Two issues made washerwomen organize. The first was the rate of pay. In a free-market economy, supply and demand dictated price. Washerwomen desperate to pay for food, shelter, and clothing often accepted wages that simply were not enough because having a little pay was better than no pay. The second issue was respect. Washerwomen wanted to achieve respect, something they never had as slaves. Yet their employers continued to objectify them, blame them for the spread of diseases, and accused them of stealing.

Employers simply refused to pay for any reason and there were no municipal regulations to prevent this. Washerwomen had no recourse to ensure they were paid the wages agreed upon. If these women were to find success, they first had to stand up for their own human rights. Since so many Atlantans relied upon hired labor to clean their clothes, refusing to wash was a good way to get their point across. Just the thought of a washerwomen’s strike made people shutter.

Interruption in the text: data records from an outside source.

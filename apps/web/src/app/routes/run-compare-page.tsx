import type { Run, RunResult, RunSummary } from "@plumeline/contracts";
import { runPickerSource, useRuns } from "@/features/runs/api/get-runs";
import { useRun } from "@/features/runs/api/get-run";
import { useRunResult } from "@/features/runs/api/get-run-result";
import { runBaseline } from "@/features/runs/lib/compare-baseline";
import { MAX_COMPARED_RUNS, readCompareSelection, writeCompareSelection, type CompareSlot } from "@/features/runs/lib/compare-selection";
import { useSearchParamsWriter } from "@/lib/use-search-params-writer";
import { CompareView } from "@/features/runs/components/compare-view";
import { CompareSettings } from "@/features/runs/components/compare-settings";
import { ChartSourceProvider, runSourceLine } from "@/components/charts/chart-source";
import { Button } from "@/components/ui/button";
import { Card, CardBody, CardHeader } from "@/components/ui/card";
import { Cautions } from "@/components/ui/cautions";
import { SearchPicker } from "@/components/search-picker/search-picker";
import { Field, Select } from "@/components/ui/field";
import { PageHeader } from "@/components/ui/page-header";
import { EmptyState, ErrorState, LoadingState } from "@/components/ui/states";
import { ApprovedSeal, ExploratoryStamp } from "@/components/ui/badges";

/** One slot's run and result; always called four times, so the hooks keep their order. */
function useSlot(slot: CompareSlot | undefined) {
  const id = slot?.runId || undefined;
  return { run: useRun(id), result: useRunResult(id) };
}

const slotName = (i: number) => (i === 0 ? "Reference run" : `Run ${i + 1}`);

/** Only finished runs have results to compare. */
const finishedRuns = runPickerSource({ status: "succeeded" });
const runDetail = (r: RunSummary) =>
  `${r.modelVersion.name} v${r.modelVersion.versionNumber}${r.exploratory ? " (exploratory)" : " (approved)"}`;

/** Pick two to four finished runs (the first is the reference) and compare them on shared axes. */
export default function RunComparePage() {
  const [params, write] = useSearchParamsWriter();
  // Only whether any finished run exists; each slot's picker searches them all as someone types.
  const runs = useRuns({ status: "succeeded", limit: 1 });
  const slots = readCompareSelection(params);
  const loaded = [useSlot(slots[0]), useSlot(slots[1]), useSlot(slots[2]), useSlot(slots[3])].slice(0, slots.length);
  // Each change starts from the selection as last written (useSearchParamsWriter).
  const save = (change: (current: CompareSlot[]) => CompareSlot[]) =>
    write((prev) => writeCompareSelection(change(readCompareSelection(prev))), { replace: true });
  const setSlot = (i: number, change: Partial<CompareSlot>) => save((current) => current.map((s, k) => (k === i ? { ...s, ...change } : s)));

  const chosen = slots.map((s, i) => ({ slot: s, ...loaded[i]! })).filter((x) => x.slot.runId);
  const pending = chosen.some((x) => x.run.isPending || x.result.isPending);
  const failed = chosen.find((x) => x.run.isError || x.result.isError);
  const ready = chosen.length >= 2 && !pending && !failed;

  return (
    <>
      <PageHeader
        kicker="Runs"
        title="Compare"
        description="Two to four runs, or pathways of one run, side by side on the same warming axis; the first is the reference the differences are taken from."
      />
      {runs.isPending ? (
        <LoadingState />
      ) : runs.isError ? (
        <ErrorState error={runs.error} />
      ) : runs.data.total === 0 ? (
        <EmptyState title="No finished runs to compare" />
      ) : (
        <div className="flex flex-col gap-6">
          <Card>
            <CardBody className="grid gap-4 md:grid-cols-2 xl:grid-cols-4">
              {slots.map((slot, i) => {
                const { run, result } = loaded[i]!;
                return (
                  <div key={i} className="grid content-start gap-2">
                    <SearchPicker<RunSummary>
                      label={slotName(i)}
                      source={finishedRuns}
                      itemLabel={(r) => r.name}
                      itemDetail={runDetail}
                      value={slot.runId}
                      selected={run.data}
                      onChange={(runId) => setSlot(i, { runId, pathwayId: "" })}
                      placeholder="Type part of a run's name…"
                    />
                    {result.data && (
                      <Field label={`${slotName(i)}: pathway`}>
                        {(p) => (
                          <Select
                            {...p}
                            value={slot.pathwayId || result.data.pathways[0]?.id}
                            onChange={(e) => setSlot(i, { pathwayId: e.target.value })}
                          >
                            {result.data.pathways.map((pw) => (
                              <option key={pw.id} value={pw.id}>
                                {pw.name}
                              </option>
                            ))}
                          </Select>
                        )}
                      </Field>
                    )}
                    <div className="flex items-center gap-2">
                      {/* Every run says how it was made, so "approved versions only" reads at a glance. */}
                      {run.data &&
                        (run.data.exploratory ? <ExploratoryStamp size="sm" /> : <ApprovedSeal size="sm" className="self-start" />)}
                      {slots.length > 2 && (
                        <Button variant="secondary" size="sm" onClick={() => save((current) => current.filter((_, k) => k !== i))}>
                          Remove
                        </Button>
                      )}
                    </div>
                  </div>
                );
              })}
              {slots.length < MAX_COMPARED_RUNS && (
                <div className="flex items-start">
                  <Button variant="secondary" onClick={() => save((current) => [...current, { runId: "", pathwayId: "" }])}>
                    Add a run
                  </Button>
                </div>
              )}
            </CardBody>
          </Card>
          <Cautions />
          {chosen.length < 2 ? (
            <EmptyState title="Choose at least two runs">Pick the same run twice to compare two of its pathways.</EmptyState>
          ) : pending ? (
            <LoadingState label="Loading the results…" />
          ) : failed ? (
            <ErrorState error={failed.run.error ?? failed.result.error} />
          ) : (
            ready && <Compared chosen={chosen.map((x) => ({ slot: x.slot, run: x.run.data!, result: x.result.data! }))} />
          )}
        </div>
      )}
    </>
  );
}

function Compared({ chosen }: { chosen: Array<{ slot: CompareSlot; run: Run; result: RunResult }> }) {
  // Downloaded charts name every compared run, its model version and result hash.
  const source = { lines: chosen.map((x) => runSourceLine(x.run, x.result.resultHash, x.run.exploratory)), fileLabel: "compare" };
  return (
    <ChartSourceProvider source={source}>
      <Card>
        <CardHeader
          title="Settings that differ"
          subtitle="What was changed between the runs, so a difference in the figures can be traced to its cause."
        />
        <CardBody>
          <CompareSettings runs={chosen.map((x) => x.run)} />
        </CardBody>
      </Card>
      <Card className="mt-6">
        <CardBody>
          <CompareView
            sides={chosen.map((x) => ({
              label: x.run.name || x.run.id.slice(0, 8),
              result: x.result,
              pathwayId: x.slot.pathwayId || x.result.pathways[0]!.id,
              baseline: runBaseline(x.run),
            }))}
          />
        </CardBody>
      </Card>
    </ChartSourceProvider>
  );
}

African American women in Atlanta had a keen awareness of labor organizing. For inspiration they turned to a washerwomen’s strike in Jackson, Mississippi in 1866 and another laundress strike in Galveston, Texas in 1877. The idea that former slaves were demanding the right to self-determination must have been quite a shock to former Confederates. For moths, washerwomen had been organizing throughout Atlanta. The nature of their work that occurred in centralized washing areas in their own neighborhoods along with their freedom to move about the city made it easier for them to reach out to other washerwomen.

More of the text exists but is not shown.